***** EXTRACTED INFORMATION *****
def _least_misses(misses: Callable[[Array], Array], unknowns: int) -> tuple[Array, Array]:
    """Logarithms of the factors with the smallest Σ miss², and the misses there.

    Newton's steps as Gauss shortened them, which take few looks where anchors are met; scipy's trust region where
    they do not settle: its import alone takes a third of the time of a whole sheet.
    """
    logs, left = np.zeros(unknowns), misses(np.zeros(unknowns))
    for _ in range(_NEWTON_STEPS):
        slope = np.stack([misses(logs + nudge) - left for nudge in _NUDGE * np.eye(unknowns)], axis=1) / _NUDGE
        step = np.linalg.lstsq(slope, -left, rcond=None)[0]
        tried = np.clip(logs + step, -_FARTHEST, _FARTHEST)
        now = misses(tried)
        if not np.sum(now**2) <= np.sum(left**2) * (1 + 1e-9) + 1e-24:
            break
        logs, left = tried, now
        if np.max(np.abs(step)) < _SETTLED:
            return logs, left

    from scipy.optimize import least_squares

    found = least_squares(misses, logs, bounds=(-_FARTHEST, _FARTHEST), xtol=1e-12, ftol=1e-12, gtol=1e-12)
    return found.x, found.fun


_NEWTON_STEPS, _NUDGE, _SETTLED = 25, 1e-7, 3e-8


def _refuse_far_misses(candidate: Candidate, anchors: list[Anchor], misses: Array) -> None:
    worst = int(np.argmax(np.abs(misses)))
    if abs(misses[worst]) > _FAR:
        anchor = anchors[worst]
        raise InputError(
            f"no '{anchor.fixes}' meets this {anchor.quantity.replace('_', ' ')}: the nearest is "
            f"{100 * misses[worst] * anchor.measured.relative_spread:+.0f} % off; "
            "change the anchor, its spread or the scattering parameters",
            file=candidate.path.name,
            key=f"anchor[{candidate.data.anchor.index(anchor) + 1}]",
            slug="anchor-out-of-reach",
        )


def bulk_lattice_conductivity(one: Crystal, temperature: float, doping: float | None) -> float:
    """Acoustic and optical lattice conductivity of coarse material, W/(m K).

    κ_L = `acoustic_conductivity` at infinite size + `optical_conductivity`, at temperature (K) and doping (1/m³;
    None: undoped), one of each. Raises ArithmeticError as `fill`.
    Source: Callaway, Physical Review 113, 1046 (1959).

    >>> from legwright.candidate.library import load_candidate
    >>> one = crystal(load_candidate("si-n"))
    >>> bulk_lattice_conductivity(one, 300.0, None) > bulk_lattice_conductivity(one, 300.0, 1e26)
    True
    """
    t = np.array(temperature)
    n = np.array(doping or 0.0)
    carriers = majority_carriers(one.electrons, t, fill(one.electrons, t, n).eta) if doping else None
    mesh = modes(one.phonons)
    rates = crystal_rates(one.phonons, mesh, t, n, carriers)
    acoustic = acoustic_conductivity(one.phonons, mesh, rates, t, _BULK, "grain")
    return float(acoustic + optical_conductivity(one.phonons, t))


def majority_carriers(electrons: Electrons, temperature: Array, eta: Array) -> Carriers:
    """What phonons see of the majority bands: η, one valley's mass (kg) and how many; last axis bands.

    m_b = m_d/N_v^(2/3) at temperature T (K), eta η = ±(µ − E_edge)/k_B T of all bands, of the shape of T with a
    last axis of bands. Raises nothing of its own.
    Source: Ziman, Electrons and Phonons (1960).

    >>> from legwright.candidate.library import load_candidate
    >>> one = crystal(load_candidate("si-n"))
    >>> t = np.array(300.0)
    >>> seen = majority_carriers(one.electrons, t, fill(one.electrons, t, np.array(1e26)).eta)
    >>> int(seen.valleys[0])
    6
    """
    keep = electrons.majority
    mass, _ = masses(electrons, temperature)
    valley_mass = mass[..., keep] / electrons.valleys[keep] ** (2 / 3)
    return Carriers(eta[..., keep], valley_mass, electrons.valleys[keep])


def _fix_phonons(candidate: Candidate, one: Crystal) -> Phonons:
    """Anharmonic, strain and carrier factors that meet the lattice anchors best, weighed as for the carriers."""
    anchors = [a for a in candidate.data.anchor if a.fixes in _PHONON_FIXES]
    if not anchors:
        return one.phonons
    unknowns = sorted({anchor.fixes for anchor in anchors})

    def scaled(logs: Array) -> Phonons:
        scales = {_PHONON_FIXES[fixes]: float(np.exp(log)) for fixes, log in zip(unknowns, logs, strict=True)}
        return replace(one.phonons, **scales)  # type: ignore[arg-type]

    def misses(logs: Array) -> Array:
        made = replace(one, phonons=scaled(logs))
        return np.array([_lattice_miss(made, anchor) / anchor.measured.relative_spread for anchor in anchors])

    logs, left = _least_misses(misses, len(unknowns))
    _refuse_far_misses(candidate, anchors, left)
    return scaled(logs)


_PHONON_FIXES = {
    "anharmonicity": "anharmonic_scale",
    "strain": "strain_scale",
    "carrier scattering": "carrier_weight",
}


def _lattice_miss(one: Crystal, anchor: Anchor) -> float:
    doping = anchor.doping.si if anchor.doping else None
    return bulk_lattice_conductivity(one, anchor.temperature.si, doping) / anchor.measured.si - 1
*****
• _EXERCISE AIM_: Retype all of the entries precisely as they are.

• _WRITTEN ANSWER_:
def _least_misses(misses: Callable[[Array], Array], unknowns: int) -> tuple[Array, Array]:
    """Logarithms of the factors with the smallest Σ miss², and the misses there.

    Newton's steps as Gauss shortened them, which take few looks where anchors are met; scipy's trust region where
    they do not settle: its import alone takes a third of the time of a whole sheet.
    """
    logs, left = np.zeros(unknowns), misses(np.zeros(unknowns))
    for _ in range(_NEWTON_STEPS):
        slope = np.stack([misses(logs + nudge) - left for nudge in _NUDGE * np.eye(unknowns)], axis=1) / _NUDGE
        step = np.linalg.lstsq(slope, -left, rcond=None)[0]
        tried = np.clip(logs + step, -_FARTHEST, _FARTHEST)
        now = misses(tried)
        if not np.sum(now**2) <= np.sum(left**2) * (1 + 1e-9) + 1e-24:
            break
        logs, left = tried, now
        if np.max(np.abs(step)) < _SETTLED:
            return logs, left

    from scipy.optimize import least_squares

    found = least_squares(misses, logs, bounds=(-_FARTHEST, _FARTHEST), xtol=1e-12, ftol=1e-12, gtol=1e-12)
    return found.x, found.fun


_NEWTON_STEPS, _NUDGE, _SETTLED = 25, 1e-7, 3e-8


def _refuse_far_misses(candidate: Candidate, anchors: list[Anchor], misses: Array) -> None:
    worst = int(np.argmax(np.abs(misses)))
    if abs(misses[worst]) > _FAR:
        anchor = anchors[worst]
        raise InputError(
            f"no '{anchor.fixes}' meets this {anchor.quantity.replace('_', ' ')}: the nearest is "
            f"{100 * misses[worst] * anchor.measured.relative_spread:+.0f} % off; "
            "change the anchor, its spread or the scattering parameters",
            file=candidate.path.name,
            key=f"anchor[{candidate.data.anchor.index(anchor) + 1}]",
            slug="anchor-out-of-reach",
        )


def bulk_lattice_conductivity(one: Crystal, temperature: float, doping: float | None) -> float:
    """Acoustic and optical lattice conductivity of coarse material, W/(m K).

    κ_L = `acoustic_conductivity` at infinite size + `optical_conductivity`, at temperature (K) and doping (1/m³;
    None: undoped), one of each. Raises ArithmeticError as `fill`.
    Source: Callaway, Physical Review 113, 1046 (1959).

    >>> from legwright.candidate.library import load_candidate
    >>> one = crystal(load_candidate("si-n"))
    >>> bulk_lattice_conductivity(one, 300.0, None) > bulk_lattice_conductivity(one, 300.0, 1e26)
    True
    """
    t = np.array(temperature)
    n = np.array(doping or 0.0)
    carriers = majority_carriers(one.electrons, t, fill(one.electrons, t, n).eta) if doping else None
    mesh = modes(one.phonons)
    rates = crystal_rates(one.phonons, mesh, t, n, carriers)
    acoustic = acoustic_conductivity(one.phonons, mesh, rates, t, _BULK, "grain")
    return float(acoustic + optical_conductivity(one.phonons, t))


def majority_carriers(electrons: Electrons, temperature: Array, eta: Array) -> Carriers:
    """What phonons see of the majority bands: η, one valley's mass (kg) and how many; last axis bands.

    m_b = m_d/N_v^(2/3) at temperature T (K), eta η = ±(µ − E_edge)/k_B T of all bands, of the shape of T with a
    last axis of bands. Raises nothing of its own.
    Source: Ziman, Electrons and Phonons (1960).

    >>> from legwright.candidate.library import load_candidate
    >>> one = crystal(load_candidate("si-n"))
    >>> t = np.array(300.0)
    >>> seen = majority_carriers(one.electrons, t, fill(one.electrons, t, np.array(1e26)).eta)
    >>> int(seen.valleys[0])
    6
    """
    keep = electrons.majority
    mass, _ = masses(electrons, temperature)
    valley_mass = mass[..., keep] / electrons.valleys[keep] ** (2 / 3)
    return Carriers(eta[..., keep], valley_mass, electrons.valleys[keep])


def _fix_phonons(candidate: Candidate, one: Crystal) -> Phonons:
    """Anharmonic, strain and carrier factors that meet the lattice anchors best, weighed as for the carriers."""
    anchors = [a for a in candidate.data.anchor if a.fixes in _PHONON_FIXES]
    if not anchors:
        return one.phonons
    unknowns = sorted({anchor.fixes for anchor in anchors})

    def scaled(logs: Array) -> Phonons:
        scales = {_PHONON_FIXES[fixes]: float(np.exp(log)) for fixes, log in zip(unknowns, logs, strict=True)}
        return replace(one.phonons, **scales)  # type: ignore[arg-type]

    def misses(logs: Array) -> Array:
        made = replace(one, phonons=scaled(logs))
        return np.array([_lattice_miss(made, anchor) / anchor.measured.relative_spread for anchor in anchors])

    logs, left = _least_misses(misses, len(unknowns))
    _refuse_far_misses(candidate, anchors, left)
    return scaled(logs)


_PHONON_FIXES = {
    "anharmonicity": "anharmonic_scale",
    "strain": "strain_scale",
    "carrier scattering": "carrier_weight",
}


def _lattice_miss(one: Crystal, anchor: Anchor) -> float:
    doping = anchor.doping.si if anchor.doping else None
    return bulk_lattice_conductivity(one, anchor.temperature.si, doping) / anchor.measured.si - 1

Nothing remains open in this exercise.